══ DATA SUPPLIED

/** Damaged text files go through the reader; whatever it makes of them, it must keep its promises. */
import { readdirSync, readFileSync } from "node:fs";
import { join } from "node:path";
import {
  type Cast,
  type FileReading,
  headerKey,
  parseAnswers,
  readCastFile,
  readStationList,
} from "../../src/cast/index.ts";
import { below, damaged, pick, type Random, randomOf } from "./mutate-text.ts";

/** One damaged input, and what was wrong with the answer to it. */
export interface Failure {
  /** Makes the same input again. */
  readonly seed: number;
  readonly what: string;
}

/** Of computing, so that a busy machine is not taken for a slow program. */
const LONGEST_MS = 2000;

const computedMs = (): number => {
  const { user, system } = process.cpuUsage();
  return (user + system) / 1000;
};

export function corpusIn(folder: string): readonly Uint8Array[] {
  return readdirSync(folder)
    .sort()
    .map((name) => new Uint8Array(readFileSync(join(folder, name))));
}

const ROLE_WORDS = [
  "depth",
  "pressure",
  "temperature",
  "salinity",
  "date",
  "dateTime",
  "elevation",
  "latitude",
  "unused",
  "flag",
  "year",
];
const UNITS = [
  "m",
  "ft",
  "degF",
  "dbar",
  "uS/cm",
  "day-first",
  "m upward",
  "m decimal-comma",
  "hours since 2020-01-01",
  "days since 1899-12-30",
  "",
];

/** What a user might say, mostly wrong. */
function anyAnswers(random: Random, headers: readonly string[]): string {
  const one = (): string => {
    const header =
      random() < 0.5 ? `#${1 + below(random, 6)}` : JSON.stringify(pick(random, ["Depth (m)", ...headers]));
    const unit = pick(random, UNITS);
    return `${pick(random, ROLE_WORDS)}=${header}${unit === "" ? "" : `:${unit}`}`;
  };
  return Array.from({ length: 1 + below(random, 3) }, one).join(",");
}

function* wrongInCast(cast: Cast): Generator<string> {
  const { samples } = cast;
  for (const [name, values] of Object.entries(samples)) {
    if (typeof values === "number" || values === null) continue;
    if (values.length !== samples.n) yield `${name} has ${values.length} values, expected ${samples.n}`;
  }
  if (samples.n < 2) yield `a cast of ${samples.n} samples`;
  const vertical = samples.depthM ?? samples.seaPressureDbar;
  if (!vertical?.every(Number.isFinite)) yield "a sample without a finite depth or pressure";
  if (!samples.inSituTempC.every(Number.isFinite)) yield "a sample without a finite temperature";
  if (cast.time !== null && !/^\d{4}-\d\d-\d\d(T\d\d:\d\d(:\d\d)?)?$/.test(cast.time)) yield `time ${cast.time}`;
  if (Math.abs(cast.latitudeDeg ?? 0) > 90 || Math.abs(cast.longitudeDeg ?? 0) > 180) yield "a place off the Earth";
}

function* wrongInReading(reading: FileReading): Generator<string> {
  const { columns, headers, questions, casts, issues } = reading;
  if (columns.length !== headers.length) yield `${columns.length} columns for ${headers.length} headers`;
  if (columns.some(({ reason }) => reason.length < 5)) yield "a column without a reason";
  if (casts.length === 0 && questions.length === 0) yield "no cast and no question";
  for (const { code, message, choices } of questions) {
    if (message === "" || choices.length === 0) yield `question ${code} says nothing`;
    if (!issues.some((issue) => issue.code === code)) yield `question ${code} is not among the issues`;
  }
  if (new Set(casts.map((cast) => cast.name)).size !== casts.length) yield "two casts of one name";
  for (const cast of casts) yield* wrongInCast(cast);
}

/** Everything that is wrong with what the reader makes of some bytes; a throw counts. */
export function* wrongWith(bytes: Uint8Array, random: Random): Generator<string> {
  const outcome = readCastFile("fuzz.csv", bytes);
  for (const issue of outcome.issues) if (issue.message === "") yield `issue ${issue.code} says nothing`;
  if (!outcome.ok && !outcome.issues.some((issue) => issue.severity === "error")) yield "refused without a reason";
  if (outcome.ok) yield* wrongInReading(outcome.value);
  const headers = outcome.ok ? outcome.value.headers : [];
  if (outcome.ok) headerKey(outcome.value);
  const said = parseAnswers(anyAnswers(random, headers));
  if (!said.ok && said.issues.length === 0) yield "answers refused without a reason";
  if (said.ok) {
    const again = readCastFile("fuzz.csv", bytes, said.value);
    if (again.ok) yield* wrongInReading(again.value);
    else if (again.issues.length === 0) yield "refused without a reason once answered";
  }
  const list = readStationList("fuzz.csv", bytes);
  if (!list.ok && list.issues.length === 0) yield "list refused without a reason";
}

/** The input that a seed makes. */
export const inputOf = (seed: number, corpus: readonly Uint8Array[]): Uint8Array => damaged(randomOf(seed), corpus);

function wrongOf(seed: number, corpus: readonly Uint8Array[]): readonly string[] {
  const bytes = inputOf(seed, corpus);
  const startMs = computedMs();
  try {
    const wrong = [...wrongWith(bytes, randomOf(~seed))];
    const tookMs = computedMs() - startMs;
    return tookMs > LONGEST_MS ? [...wrong, `took ${Math.round(tookMs)} ms for ${bytes.length} bytes`] : wrong;
  } catch (error) {
    return [`threw ${error instanceof Error ? (error.stack ?? error.message) : String(error)}`];
  }
}

/** Reads the inputs of so many seeds from the first on. @param onSeed told each seed before it is tried */
export function fuzzText(
  corpus: readonly Uint8Array[],
  firstSeed: number,
  count: number,
  onSeed: (seed: number) => void = () => {},
): readonly Failure[] {
  const failures: Failure[] = [];
  for (let seed = firstSeed; seed < firstSeed + count; seed++) {
    onSeed(seed);
    for (const what of wrongOf(seed, corpus)) failures.push({ seed, what });
  }
  return failures;
}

════

WHAT YOU WILL DO: Could you output each line above exactly as it was given?

PROBLEM SOLUTION:
/** Damaged text files go through the reader; whatever it makes of them, it must keep its promises. */
import { readdirSync, readFileSync } from "node:fs";
import { join } from "node:path";
import {
  type Cast,
  type FileReading,
  headerKey,
  parseAnswers,
  readCastFile,
  readStationList,
} from "../../src/cast/index.ts";
import { below, damaged, pick, type Random, randomOf } from "./mutate-text.ts";

/** One damaged input, and what was wrong with the answer to it. */
export interface Failure {
  /** Makes the same input again. */
  readonly seed: number;
  readonly what: string;
}

/** Of computing, so that a busy machine is not taken for a slow program. */
const LONGEST_MS = 2000;

const computedMs = (): number => {
  const { user, system } = process.cpuUsage();
  return (user + system) / 1000;
};

export function corpusIn(folder: string): readonly Uint8Array[] {
  return readdirSync(folder)
    .sort()
    .map((name) => new Uint8Array(readFileSync(join(folder, name))));
}

const ROLE_WORDS = [
  "depth",
  "pressure",
  "temperature",
  "salinity",
  "date",
  "dateTime",
  "elevation",
  "latitude",
  "unused",
  "flag",
  "year",
];
const UNITS = [
  "m",
  "ft",
  "degF",
  "dbar",
  "uS/cm",
  "day-first",
  "m upward",
  "m decimal-comma",
  "hours since 2020-01-01",
  "days since 1899-12-30",
  "",
];

/** What a user might say, mostly wrong. */
function anyAnswers(random: Random, headers: readonly string[]): string {
  const one = (): string => {
    const header =
      random() < 0.5 ? `#${1 + below(random, 6)}` : JSON.stringify(pick(random, ["Depth (m)", ...headers]));
    const unit = pick(random, UNITS);
    return `${pick(random, ROLE_WORDS)}=${header}${unit === "" ? "" : `:${unit}`}`;
  };
  return Array.from({ length: 1 + below(random, 3) }, one).join(",");
}

function* wrongInCast(cast: Cast): Generator<string> {
  const { samples } = cast;
  for (const [name, values] of Object.entries(samples)) {
    if (typeof values === "number" || values === null) continue;
    if (values.length !== samples.n) yield `${name} has ${values.length} values, expected ${samples.n}`;
  }
  if (samples.n < 2) yield `a cast of ${samples.n} samples`;
  const vertical = samples.depthM ?? samples.seaPressureDbar;
  if (!vertical?.every(Number.isFinite)) yield "a sample without a finite depth or pressure";
  if (!samples.inSituTempC.every(Number.isFinite)) yield "a sample without a finite temperature";
  if (cast.time !== null && !/^\d{4}-\d\d-\d\d(T\d\d:\d\d(:\d\d)?)?$/.test(cast.time)) yield `time ${cast.time}`;
  if (Math.abs(cast.latitudeDeg ?? 0) > 90 || Math.abs(cast.longitudeDeg ?? 0) > 180) yield "a place off the Earth";
}

function* wrongInReading(reading: FileReading): Generator<string> {
  const { columns, headers, questions, casts, issues } = reading;
  if (columns.length !== headers.length) yield `${columns.length} columns for ${headers.length} headers`;
  if (columns.some(({ reason }) => reason.length < 5)) yield "a column without a reason";
  if (casts.length === 0 && questions.length === 0) yield "no cast and no question";
  for (const { code, message, choices } of questions) {
    if (message === "" || choices.length === 0) yield `question ${code} says nothing`;
    if (!issues.some((issue) => issue.code === code)) yield `question ${code} is not among the issues`;
  }
  if (new Set(casts.map((cast) => cast.name)).size !== casts.length) yield "two casts of one name";
  for (const cast of casts) yield* wrongInCast(cast);
}

/** Everything that is wrong with what the reader makes of some bytes; a throw counts. */
export function* wrongWith(bytes: Uint8Array, random: Random): Generator<string> {
  const outcome = readCastFile("fuzz.csv", bytes);
  for (const issue of outcome.issues) if (issue.message === "") yield `issue ${issue.code} says nothing`;
  if (!outcome.ok && !outcome.issues.some((issue) => issue.severity === "error")) yield "refused without a reason";
  if (outcome.ok) yield* wrongInReading(outcome.value);
  const headers = outcome.ok ? outcome.value.headers : [];
  if (outcome.ok) headerKey(outcome.value);
  const said = parseAnswers(anyAnswers(random, headers));
  if (!said.ok && said.issues.length === 0) yield "answers refused without a reason";
  if (said.ok) {
    const again = readCastFile("fuzz.csv", bytes, said.value);
    if (again.ok) yield* wrongInReading(again.value);
    else if (again.issues.length === 0) yield "refused without a reason once answered";
  }
  const list = readStationList("fuzz.csv", bytes);
  if (!list.ok && list.issues.length === 0) yield "list refused without a reason";
}

/** The input that a seed makes. */
export const inputOf = (seed: number, corpus: readonly Uint8Array[]): Uint8Array => damaged(randomOf(seed), corpus);

function wrongOf(seed: number, corpus: readonly Uint8Array[]): readonly string[] {
  const bytes = inputOf(seed, corpus);
  const startMs = computedMs();
  try {
    const wrong = [...wrongWith(bytes, randomOf(~seed))];
    const tookMs = computedMs() - startMs;
    return tookMs > LONGEST_MS ? [...wrong, `took ${Math.round(tookMs)} ms for ${bytes.length} bytes`] : wrong;
  } catch (error) {
    return [`threw ${error instanceof Error ? (error.stack ?? error.message) : String(error)}`];
  }
}

/** Reads the inputs of so many seeds from the first on. @param onSeed told each seed before it is tried */
export function fuzzText(
  corpus: readonly Uint8Array[],
  firstSeed: number,
  count: number,
  onSeed: (seed: number) => void = () => {},
): readonly Failure[] {
  const failures: Failure[] = [];
  for (let seed = firstSeed; seed < firstSeed + count; seed++) {
    onSeed(seed);
    for (const what of wrongOf(seed, corpus)) failures.push({ seed, what });
  }
  return failures;
}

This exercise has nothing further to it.